Metadata-Version: 2.1
Name: mlx-textgen
Version: 0.0.4
Summary: A python package for serving LLM on OpenAI-compatible API endpoints with prompt caching using MLX.
Author-email: Nathan Tam <nathan1295@gmail.com>
License: MIT
Project-URL: Homepage, https://github.com/nath1295/MLX-Textgen
Classifier: Programming Language :: Python :: 3
Classifier: License :: OSI Approved :: MIT License
Classifier: Operating System :: MacOS :: MacOS X
Requires-Python: >=3.9
Description-Content-Type: text/markdown
License-File: LICENSE.md
Requires-Dist: mlx-lm>=0.18.2
Requires-Dist: orjson
Requires-Dist: fastapi
Requires-Dist: uvicorn

# MLX-Textgen
[![PyPI](https://img.shields.io/pypi/v/mlx-textgen)](https://pypi.org/project/mlx-textgen/)
[![PyPI - License](https://img.shields.io/pypi/l/mlx-textgen)](https://pypi.org/project/mlx-textgen/)
[![GitHub Repo stars](https://img.shields.io/github/stars/nath1295/mlx-textgen)](https://pypi.org/project/mlx-textgen/)

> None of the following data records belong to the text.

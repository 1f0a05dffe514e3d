//! Sentences with figures in braces: read and typed when the file is loaded.
//!
//! `{dropout}` prints a figure with its range, `{dropout.high}` one end of it, `{output_voltage.high + dropout.high}`
//! a sum of ends, `{subject}` the subject, `{output_net}` a word, `{missing}` what is not known. `{{` is a brace.

use super::language::{Function, Node, NodeKind, Operator, Path, Refusal, Scope, expression, noun};
use crate::facts::ValueKind;
use crate::quantity::Dimension;
use crate::source::Span;

/// A sentence with figures in it.
#[derive(Debug, Clone, PartialEq, Default)]
pub struct Template {
    pub(super) parts: Vec<Part>,
}

/// A part of a sentence.
#[derive(Debug, Clone, PartialEq)]
pub(super) enum Part {
    /// Text as it is.
    Plain(String),
    /// The subject.
    Subject,
    /// The one of a group that is meant.
    Member,
    /// What is missing.
    Missing,
    /// A word or flag.
    Word(Path),
    /// A figure with its range.
    Range(Path),
    /// A single amount.
    Amount(Scalar, Dimension),
}

/// Which value of a range.
#[derive(Debug, Clone, Copy, PartialEq, Eq)]
pub(super) enum End {
    Low,
    Nominal,
    High,
}

/// A single amount.
#[derive(Debug, Clone, PartialEq)]
pub(super) enum Scalar {
    Constant(f64),
    End(Path, End),
    Negated(Box<Scalar>),
    Binary(Operator, Box<Scalar>, Box<Scalar>),
    Call(Function, Vec<Scalar>),
}

impl Template {
    /// Reads a sentence and checks what it refers to.
    ///
    /// # Errors
    /// At the first brace that does not close, name that is not defined or part that does not fit.
    pub fn read(text: &str, scope: &Scope<'_>) -> Result<Self, Refusal> {
        let mut parts = Vec::new();
        let mut plain = String::new();
        let mut at = 0;
        while let Some(rest) = text.get(at..).filter(|rest| !rest.is_empty()) {
            if rest.starts_with("{{") || rest.starts_with("}}") {
                plain.push_str(rest.get(..1).unwrap_or(""));
                at += 2;
            } else if let Some(inner) = rest.strip_prefix('{') {
                let Some(length) = inner.find('}') else {
                    return Err(Refusal::new(Span::new(at, text.len()), "a brace is not closed", "opens here")
                        .help("write `{{` for a brace of the text"));
                };
                parts.extend((!plain.is_empty()).then(|| Part::Plain(std::mem::take(&mut plain))));
                let inside = inner.get(..length).unwrap_or("");
                parts.push(part(inside, scope).map_err(|refusal| refusal.shifted(at + 1))?);
                at += length + 2;
            } else if rest.starts_with('}') {
                return Err(Refusal::new(Span::new(at, at + 1), "a brace closes that was not opened", "closes here")
                    .help("write `}}` for a brace of the text"));
            } else {
                let length = rest.find(['{', '}']).unwrap_or(rest.len());
                plain.push_str(rest.get(..length).unwrap_or(""));
                at += length;
            }
        }
        parts.extend((!plain.is_empty()).then_some(Part::Plain(plain)));
        Ok(Self { parts })
    }

    /// The names of figures that it prints, in order of appearance.
    #[must_use]
    pub fn figures(&self) -> Vec<&Path> {
        let mut found = Vec::new();
        for part in &self.parts {
            match part {
                Part::Range(path) => found.push(path),
                Part::Amount(scalar, _) => scalar.paths(&mut found),
                _ => {}
            }
        }
        found
    }
}

impl Scalar {
    fn paths<'a>(&'a self, found: &mut Vec<&'a Path>) {
        match self {
            Self::Constant(_) => {}
            Self::End(path, _) => found.push(path),
            Self::Negated(inner) => inner.paths(found),
            Self::Binary(_, one, other) => {
                one.paths(found);
                other.paths(found);
            }
            Self::Call(_, all) => all.iter().for_each(|one| one.paths(found)),
        }
    }
}

fn part(text: &str, scope: &Scope<'_>) -> Result<Part, Refusal> {
    let name = text.trim();
    match name {
        "subject" => return Ok(Part::Subject),
        "missing" => return Ok(Part::Missing),
        _ if scope.each.as_ref().is_some_and(|each| each.variable == name) => return Ok(Part::Member),
        _ => {}
    }
    let node = expression(text)?;
    if let NodeKind::Name(name) = &node.kind
        && end(name).is_none()
    {
        return match scope.path(name, node.span)? {
            (path, ValueKind::Figure(_)) => Ok(Part::Range(path)),
            (path, ValueKind::Word(_)) => Ok(Part::Word(path)),
            (_, kind) => {
                Err(Refusal::new(node.span, format!("`{name}` is {}, which has no text", noun(kind)), "here"))
            }
        };
    }
    let (scalar, dimension) = scalar(&node, scope)?;
    Ok(Part::Amount(scalar, dimension))
}

/// The name and the end that it asks for.
fn end(name: &str) -> Option<(&str, End)> {
    let (name, end) = name.rsplit_once('.')?;
    match end {
        "low" => Some((name, End::Low)),
        "nominal" => Some((name, End::Nominal)),
        "high" => Some((name, End::High)),
        _ => None,
    }
}

fn scalar(node: &Node, scope: &Scope<'_>) -> Result<(Scalar, Dimension), Refusal> {
    match &node.kind {
        NodeKind::Name(name) => {
            let Some((inner, end)) = end(name) else {
                // A setting is a single value.
                if let (path @ Path::Setting(_), ValueKind::Figure(dimension)) = scope.path(name, node.span)? {
                    return Ok((Scalar::End(path, End::Nominal), dimension));
                }
                return Err(Refusal::new(
                    node.span,
                    format!("`{name}` is a range where one value is needed"),
                    "a range",
                )
                .help(format!("write `{name}.low`, `{name}.nominal` or `{name}.high`")));
            };
            match scope.path(inner, node.span)? {
                (path, ValueKind::Figure(dimension)) => Ok((Scalar::End(path, end), dimension)),
                (_, kind) => Err(Refusal::new(
                    node.span,
                    format!("`{inner}` is {} and has no ends", noun(kind)),
                    "not a figure",
                )),
            }
        }
        NodeKind::Number(_) => match scope.figure(node)? {
            (super::language::Figure::Constant(value, _), dimension) => Ok((Scalar::Constant(value), dimension)),
            _ => Err(Refusal::new(node.span, "a number is needed here", "no number")),
        },
        NodeKind::Negated(inner) => {
            let (inner, dimension) = scalar(inner, scope)?;
            Ok((Scalar::Negated(Box::new(inner)), dimension))
        }
        NodeKind::Binary(operator, left, right) => binary(*operator, left, right, scope),
        NodeKind::Call(function, arguments) => {
            let mut all = Vec::new();
            let mut first = None;
            for argument in arguments {
                let (scalar, dimension) = scalar(argument, scope)?;
                agree(*first.get_or_insert(dimension), dimension, argument.span)?;
                all.push(scalar);
            }
            Ok((Scalar::Call(*function, all), first.unwrap_or(Dimension::ONE)))
        }
        _ => Err(Refusal::new(node.span, "a sentence can print figures only", "not a figure")),
    }
}

fn binary(operator: Operator, left: &Node, right: &Node, scope: &Scope<'_>) -> Result<(Scalar, Dimension), Refusal> {
    let span = Span::new(left.span.start(), right.span.end());
    let ((one, a), (other, b)) = (scalar(left, scope)?, scalar(right, scope)?);
    let dimension = match operator {
        Operator::Plus | Operator::Minus => {
            agree(a, b, span)?;
            a
        }
        Operator::Times => a.times(b),
        Operator::Over => a.over(b),
        _ => return Err(Refusal::new(span, "a sentence can print figures only", "not a figure")),
    };
    Ok((Scalar::Binary(operator, Box::new(one), Box::new(other)), dimension))
}

fn agree(one: Dimension, other: Dimension, span: Span) -> Result<(), Refusal> {
    if one == other {
        return Ok(());
    }
    Err(Refusal::new(span, format!("{} and {} do not go together", one.noun(), other.noun()), "here"))
}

## A python package for serving LLM on OpenAI-compatible API endpoints with prompt caching using MLX  

MLX-Textgen is a light-weight LLM serving engine that utilize MLX and a smart KV cache management system to make your LLM generation more seamless on your Apple silicon machine. It features:
- Multiple KV-cache slots to reduce the needs of prompt processing
- Multiple models serving with Fastapi
- Common OpenAI API endpoints: `/v1/models`, `/v1/completions`, `/v1/chat/completions`

## Installing MLX-Textgen
MLX-textgen can be easily installed with `pip`
```
pip install mlx-textgen
```

## Features
### 1. Multiple KV cache slots support
All the KV cache are stored on disk. Therefore, unlike other LLM serving engine, a newly created KV cache will not overwrite the existing KV cache. This works better for agenic workflows where different types of prompts are being used frequently without losing previous cache for a long prompt.

### 2. Multiple LLMs serving
Only one model is loaded on ram at a time, but the engine leverage MLX fast module loading time to spin up another model when it is requested. This allows serving multiple models with one endpoint.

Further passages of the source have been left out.